**What you are asked to do**
Every line below that holds the word "wordTableIssue" must be listed.

**Input data**
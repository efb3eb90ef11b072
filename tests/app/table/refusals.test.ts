import { describe, expect, it } from "vitest";
import { wordTableIssue } from "../../../app/table/index.ts";
import { issueOf } from "./reading.ts";

describe("what is no table is refused where it stands", () => {
  it("cells with a unit or a per cent sign are named with their line", () => {
    const issue = issueOf("E;T\n2,1;50 %\n2,2;40 %\n");
    expect(issue.code).toBe("table/only-text");
    expect(issue.facts).toMatchObject({
      file: "test.csv",
      line: 2,
      found: '"50 %" in column 2 where a number should be',
    });
    expect(wordTableIssue(issue).remedy).toMatch(/heading/);
  });

  it("a remark behind the number is named where it first stands", () => {
    const issue = issueOf("E,T\n2.1,0.5  ; ok\n2.2,0.4  ; ok\n");
    expect(issue.facts).toMatchObject({
      line: 2,
      found: '"0.5 ; ok" in column 2 where a number should be',
    });
  });

  it("two decimal marks in one row are named with both cells", () => {
    const issue = issueOf("E;T\n2.1;0,5\n2.2;0,4\n");
    expect(issue.facts).toMatchObject({ line: 2 });
    expect(issue.facts["found"]).toMatch(/"2\.1" with a decimal point .* "0,5" with a decimal comma/);
    expect(wordTableIssue(issue).remedy).toMatch(/same decimal mark/);
  });

  it("sentences with commas and numbers are text", () => {
    expect(issueOf("hello, world\nthis, is\nnot 3, a 4\n").code).toBe("table/only-text");
  });

  it("a chosen delimiter that the file does not use is refused with the remedy", () => {
    const issue = issueOf("E,T\n2.1,0.5\n2.2,0.4\n", { delimiter: ";" });
    expect(issue.code).toBe("table/only-text");
    expect(wordTableIssue(issue).remedy).toMatch(/delimiter and the decimal mark/);
  });

  it("a header line that does not exist, or has no rows below it, is refused", () => {
    const text = "E,T\n2.1,0.5\n2.2,0.4\n";
    expect(issueOf(text, { headerLine: 9 })).toMatchObject({
      code: "table/no-such-line",
      facts: { line: null },
    });
    expect(issueOf(text, { headerLine: 3 })).toMatchObject({
      code: "table/no-such-line",
      facts: { line: 3 },
    });
  });
});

**Solution for this problem**
import { wordTableIssue } from "../../../app/table/index.ts";
    expect(wordTableIssue(issue).remedy).toMatch(/heading/);
    expect(wordTableIssue(issue).remedy).toMatch(/same decimal mark/);
    expect(wordTableIssue(issue).remedy).toMatch(/delimiter and the decimal mark/);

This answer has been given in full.